The second stage (Build) is responsible for building and unit testing the project. This Stage consists of many templates, one for each Service. In the template script, the job will check if the relevant Service in in the variable created in the previous stage. If the job finds the Service it will continue to build and test the service. However if it cannot find the service, it will skip that job.
Run.yml:
stages:
- stage: Prerequisites
jobs:
- job: SetBuildQueue
steps:
- task: powershell#2
name: SetBuildQueue
displayName: 'Set.Build.Queue'
inputs:
targetType: inline
script: |
## ... PowerShell script to get changes - working as expected
Write-Host "Build Queue Auto: $global:buildQueueVariable"
Write-Host "##vso[task.setvariable variable=buildQueue;isOutput=true]$global:buildQueueVariable"
- stage: Build
jobs:
- job: StageInitialization
- template: Build.yml
parameters:
projectName: Service001
projectLocation: src/Service001
- template: Build.yml
parameters:
projectName: Service002
projectLocation: src/Service002
Build.yml:
parameters:
projectName: ''
projectLocation: ''
jobs:
- job:
displayName: '${{ parameters.projectName }} - Build'
dependsOn: SetBuildQueue
continueOnError: true
condition: and(succeeded(), contains(dependencies.SetBuildQueue.outputs['SetBuildQueue.buildQueue'], '${{ parameters.projectName }}'))
steps:
- task: NuGetToolInstaller#1
displayName: 'Install Nuget'
Issue:
When the first stages runs it will create a variable called buildQueue which is populated as seen in the console output of the PowerShell script task:
Service001 Changed
Build Queue Auto: Service001;
However when it gets to stage two and it tries to run the build template, when it checks the conditions it returns the following output:
Started: Today at 12:05 PM
Duration: 16m 7s
Evaluating: and(succeeded(), contains(dependencies['SetBuildQueue']['outputs']['SetBuildQueue.buildQueue'], 'STARS.API.Customer.Assessment'))

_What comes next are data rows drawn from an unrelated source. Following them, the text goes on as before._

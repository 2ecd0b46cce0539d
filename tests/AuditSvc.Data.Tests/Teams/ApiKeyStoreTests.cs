using AuditSvc.Data.Teams;
using Dapper;

namespace AuditSvc.Data.Tests.Teams;

public sealed class ApiKeyStoreTests
{
    [PgFact]
    public async Task Verify_KeyJustCreated_ReturnsItsTeam()
    {
        await using var db = await TestDatabase.CreateAsync();
        var team = await new TeamStore(db.DataSource).EnsureAsync("vision-qa", CancellationToken.None);
        var keys = new ApiKeyStore(db.DataSource);
        var (key, info) = await keys.CreateAsync(team.Id, "ci", CancellationToken.None);

        var caller = await keys.VerifyAsync(key, CancellationToken.None);

        Assert.Equal(new Caller(team.Id, "vision-qa", info.Id), caller);
    }

    [PgFact]
    public async Task Create_Always_StoresOnlyTheHash()
    {
        await using var db = await TestDatabase.CreateAsync();
        var team = await new TeamStore(db.DataSource).EnsureAsync("vision-qa", CancellationToken.None);
        var (key, info) = await new ApiKeyStore(db.DataSource).CreateAsync(team.Id, "ci", CancellationToken.None);

        await using var conn = await db.DataSource.OpenConnectionAsync();
        var row = await conn.QuerySingleAsync<(string Prefix, byte[] Hash)>("SELECT prefix, hash FROM api_keys WHERE id = @Id", new { info.Id });
        Assert.Equal(ApiKeySecret.Hash(key), row.Hash);
        var secret = key.Split('_', 3)[2];
        var everything = await conn.QuerySingleAsync<string>("SELECT row_to_json(k)::text FROM api_keys k WHERE id = @Id", new { info.Id });
        Assert.DoesNotContain(secret, everything, StringComparison.Ordinal);
    }

    [PgFact]
    public async Task Verify_SecretChangedInLastCharacter_ReturnsNull()
    {
        await using var db = await TestDatabase.CreateAsync();
        var team = await new TeamStore(db.DataSource).EnsureAsync("vision-qa", CancellationToken.None);
        var keys = new ApiKeyStore(db.DataSource);
        var (key, _) = await keys.CreateAsync(team.Id, "ci", CancellationToken.None);
        var wrong = key[..^1] + (key[^1] == 'A' ? 'B' : 'A');

        Assert.Null(await keys.VerifyAsync(wrong, CancellationToken.None));
        Assert.Null(await keys.VerifyAsync(key + "x", CancellationToken.None));
        Assert.Null(await keys.VerifyAsync("not-a-key", CancellationToken.None));
    }

    [PgFact]
    public async Task Verify_RevokedKey_ReturnsNull()
    {
        await using var db = await TestDatabase.CreateAsync();
        var team = await new TeamStore(db.DataSource).EnsureAsync("vision-qa", CancellationToken.None);
        var keys = new ApiKeyStore(db.DataSource);
        var (key, info) = await keys.CreateAsync(team.Id, "ci", CancellationToken.None);

        Assert.True(await keys.RevokeAsync(info.Prefix, CancellationToken.None));

        Assert.Null(await keys.VerifyAsync(key, CancellationToken.None));
        Assert.False(await keys.RevokeAsync(info.Prefix, CancellationToken.None));
        Assert.NotNull((await keys.ListAsync(CancellationToken.None)).Single().RevokedAt);
    }

    [Fact]
    public void Matches_SameLengthDifferentHash_IsFalse()
    {
        var (key, _) = ApiKeySecret.New();
        var (other, _) = ApiKeySecret.New();

        Assert.True(ApiKeySecret.Matches(key, ApiKeySecret.Hash(key)));
        Assert.False(ApiKeySecret.Matches(other, ApiKeySecret.Hash(key)));
        // A stored hash of another length (corrupt row) is a mismatch, not an exception.
        Assert.False(ApiKeySecret.Matches(key, ApiKeySecret.Hash(key)[..16]));
    }

    [Fact]
    public void PrefixOf_WellFormedKey_IsTheTwelveHexCharacters()
    {
        var (key, prefix) = ApiKeySecret.New();

        Assert.Equal(prefix, ApiKeySecret.PrefixOf(key));
        Assert.Equal(12, prefix.Length);
        Assert.Null(ApiKeySecret.PrefixOf("Bearer " + key));
    }
}
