using System.Net;
using System.Net.Http.Json;
using System.Text.Json;
using AuditSvc.Api.Tests.Audits;
using AuditSvc.Api.Tests.Hosting;

namespace AuditSvc.Api.Tests.Ui;

public sealed class AuditPagesTests
{
    [PgFact]
    public async Task Review_PostedThroughTheForm_AppearsOnThePageAndThroughTheApi()
    {
        await using var svc = await ServiceUnderTest.StartAsync(workers: 1);
        using var api = await svc.ClientAsync("team-a");
        var id = await AuditEndpointsTests.SubmitAsync(api, await Uploads.ModelAsync(api), await Uploads.ImageSetAsync(api, 2), 2);
        await svc.WaitForEndAsync(api, id);
        var (key, info) = await BrowserSession.KeyAsync(svc, "team-a", "rita");
        using var browser = new BrowserSession(svc);
        (await browser.LoginAsync(key)).Dispose();
        var page = await browser.GetPageAsync($"/ui/audits/{id}");
        var token = BrowserSession.TokenIn(page);

        using var onFinding = await browser.PostFormAsync($"/ui/audits/{id}/reviews",
            ("__af", token), ("finding", "0"), ("decision", "spurious"), ("comment", "stamp <b>in</b> the corner"));
        using var onCue = await browser.PostFormAsync($"/ui/audits/{id}/reviews",
            ("__af", token), ("cue", "stamp=yes"), ("decision", "needs-data"), ("comment", ""));

        Assert.Equal(HttpStatusCode.SeeOther, onFinding.StatusCode);
        var after = await browser.GetPageAsync($"/ui/audits/{id}");
        Assert.Contains($"rita ({info.Prefix})", after, StringComparison.Ordinal);
        Assert.Contains("stamp &lt;b&gt;in&lt;/b&gt; the corner", after, StringComparison.Ordinal); // escaped, never markup
        Assert.DoesNotContain("<b>in</b>", after, StringComparison.Ordinal);
        Assert.Contains("Needs data", after, StringComparison.Ordinal);
        var listed = await api.GetFromJsonAsync<JsonElement>($"/api/audits/{id}/reviews");
        Assert.Equal(2, listed.GetArrayLength());
        Assert.Equal(("spurious", 0, $"rita ({info.Prefix})"),
            (listed[0].GetProperty("decision").GetString(), listed[0].GetProperty("finding").GetInt32(), listed[0].GetProperty("reviewer").GetString()));
        Assert.Equal(("needs-data", "stamp=yes"), (listed[1].GetProperty("decision").GetString(), listed[1].GetProperty("cue").GetString()));
        // Back to the page naming the review just recorded, at its cue's card (or the history for a finding).
        Assert.Equal($"/ui/audits/{id}?recorded={listed[0].GetProperty("id").GetGuid()}#history", onFinding.Headers.Location!.OriginalString);
        Assert.Equal($"/ui/audits/{id}?recorded={listed[1].GetProperty("id").GetGuid()}#cue-stamp-yes", onCue.Headers.Location!.OriginalString);
    }

    [PgFact]
    public async Task Override_ThroughTheForm_IsShownAboveTheVerdictAndInTheHistory()
    {
        await using var svc = await ServiceUnderTest.StartAsync(workers: 1);
        using var api = await svc.ClientAsync("team-a");
        var id = await AuditEndpointsTests.SubmitAsync(api, await Uploads.ModelAsync(api), await Uploads.ImageSetAsync(api, 2), 2);
        Assert.Equal("pass", (await svc.WaitForEndAsync(api, id)).Verdict); // the counting engine passes a complete audit
        var (key, info) = await BrowserSession.KeyAsync(svc, "team-a", "rita");
        using var browser = new BrowserSession(svc);
        (await browser.LoginAsync(key)).Dispose();
        var before = await browser.GetPageAsync($"/ui/audits/{id}");
        var token = BrowserSession.TokenIn(before);
        Assert.Contains("Sign and set the verdict to block", before, StringComparison.Ordinal);

        using var bare = await browser.PostFormAsync($"/ui/audits/{id}/reviews", ("__af", token), ("decision", "override"), ("verdict", "block"), ("reason", " "));
        using var done = await browser.PostFormAsync($"/ui/audits/{id}/reviews", ("__af", token), ("decision", "override"), ("verdict", "block"),
            ("reason", "site <i>B</i> images not yet reviewed"), ("reviewer", "someone else"));

        Assert.Equal((HttpStatusCode)422, bare.StatusCode);
        Assert.Equal(HttpStatusCode.SeeOther, done.StatusCode);
        var after = await browser.GetPageAsync(done.Headers.Location!.OriginalString);
        Assert.Contains("Verdict overridden to BLOCK</strong> by rita (" + info.Prefix + ")", after, StringComparison.Ordinal);
        Assert.Contains("site &lt;i&gt;B&lt;/i&gt; images not yet reviewed", after, StringComparison.Ordinal);
        Assert.Contains("Verdict override → block", after, StringComparison.Ordinal);
        Assert.DoesNotContain("someone else", after, StringComparison.Ordinal);
        Assert.Equal("block", (await api.GetFromJsonAsync<JsonElement>($"/api/audits/{id}/verdict")).GetProperty("verdict").GetString());
        var list = await browser.GetPageAsync("/ui/audits");
        Assert.Contains("✕ block</span> <span class=\"small muted\">overridden; engine: pass</span>", list, StringComparison.Ordinal);
    }

    [PgFact]
    public async Task Review_PostWithoutAntiforgeryToken_IsRefusedAndNotStored()
    {
        await using var svc = await ServiceUnderTest.StartAsync(workers: 1);
        using var api = await svc.ClientAsync("team-a");
        var id = await AuditEndpointsTests.SubmitAsync(api, await Uploads.ModelAsync(api), await Uploads.ImageSetAsync(api, 2), 2);
        await svc.WaitForEndAsync(api, id);
        var (key, _) = await BrowserSession.KeyAsync(svc, "team-a", "rita");
        using var browser = new BrowserSession(svc);
        (await browser.LoginAsync(key)).Dispose();
        await browser.GetPageAsync($"/ui/audits/{id}");

        using var response = await browser.PostFormAsync($"/ui/audits/{id}/reviews", ("finding", "0"), ("decision", "acceptable"));

        Assert.Equal(HttpStatusCode.BadRequest, response.StatusCode);
        Assert.Equal(0, (await api.GetFromJsonAsync<JsonElement>($"/api/audits/{id}/reviews")).GetArrayLength());
    }

    [PgFact]
    public async Task AuditPage_AnotherTeamsAudit_AnswersNotFound()
    {
        await using var svc = await ServiceUnderTest.StartAsync(workers: 0);
        using var owner = await svc.ClientAsync("team-a");
        var id = await AuditEndpointsTests.SubmitAsync(owner, await Uploads.ModelAsync(owner), await Uploads.ImageSetAsync(owner, 2), 2);
        var (key, _) = await BrowserSession.KeyAsync(svc, "team-b", "eve");
        using var browser = new BrowserSession(svc);
        (await browser.LoginAsync(key)).Dispose();
        var token = BrowserSession.TokenIn(await browser.GetPageAsync("/ui/audits"));

        var page = await browser.GetPageAsync($"/ui/audits/{id}", HttpStatusCode.NotFound);
        using var post = await browser.PostFormAsync($"/ui/audits/{id}/reviews", ("__af", token), ("finding", "0"), ("decision", "acceptable"));

        Assert.Contains("No audit", page, StringComparison.Ordinal);
        Assert.Equal(HttpStatusCode.NotFound, post.StatusCode);
        Assert.Equal(0, (await owner.GetFromJsonAsync<JsonElement>($"/api/audits/{id}/reviews")).GetArrayLength());
    }

    [PgFact]
    public async Task AuditPage_QueuedAudit_ShowsProgressAndRefreshes()
    {
        await using var svc = await ServiceUnderTest.StartAsync(workers: 0);
        using var api = await svc.ClientAsync("team-a");
        var id = await AuditEndpointsTests.SubmitAsync(api, await Uploads.ModelAsync(api), await Uploads.ImageSetAsync(api, 2), 2);
        var (key, _) = await BrowserSession.KeyAsync(svc, "team-a", "rita");
        using var browser = new BrowserSession(svc);
        (await browser.LoginAsync(key)).Dispose();

        var page = await browser.GetPageAsync($"/ui/audits/{id}");
        var filtered = await browser.GetPageAsync("/ui/audits?state=done");

        Assert.Contains("<meta http-equiv=\"refresh\"", page, StringComparison.Ordinal);
        Assert.Contains("0 of 4", page, StringComparison.Ordinal);
        Assert.Contains(">queued<", page, StringComparison.Ordinal);
        Assert.DoesNotContain(id.ToString(), filtered, StringComparison.Ordinal);
        await browser.GetPageAsync("/ui/audits?verdict=maybe", HttpStatusCode.BadRequest);
    }
}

Expanded: and(True, contains(Null, 'service001'))
Result: False
So my question is how do I set the dependsOn and condition to get the information from the previous stage?

It because you want to access the variable in a different stage from where you defined them. currently, it's impossible, each stage it's a new instance of a fresh agent.
In this blog you can find a workaround that involves writing the variable to disk and then passing it as a file, leveraging pipeline artifacts.
To pass the variable FOO from a job to another one in a different stage:
Create a folder that will contain all variables you want to pass; any folder could work, but something like mkdir -p $(Pipeline.Workspace)/variables might be a good idea.
Write the contents of the variable to a file, for example echo "$FOO" > $(Pipeline.Workspace)/variables/FOO. Even though the name could be anything you’d like, giving the file the same name as the variable might be a good idea.
Publish the $(Pipeline.Workspace)/variables folder as a pipeline artifact named variables
In the second stage, download the variables pipeline artifact
Read each file into a variable, for example FOO=$(cat $(Pipeline.Workspace)/variables/FOO)
Expose the variable in the current job, just like we did in the first example: echo "##vso[task.setvariable variable=FOO]$FOO"
You can then access the variable by expanding it within Azure Pipelines ($(FOO)) or use it as an environmental variable inside a bash script ($FOO).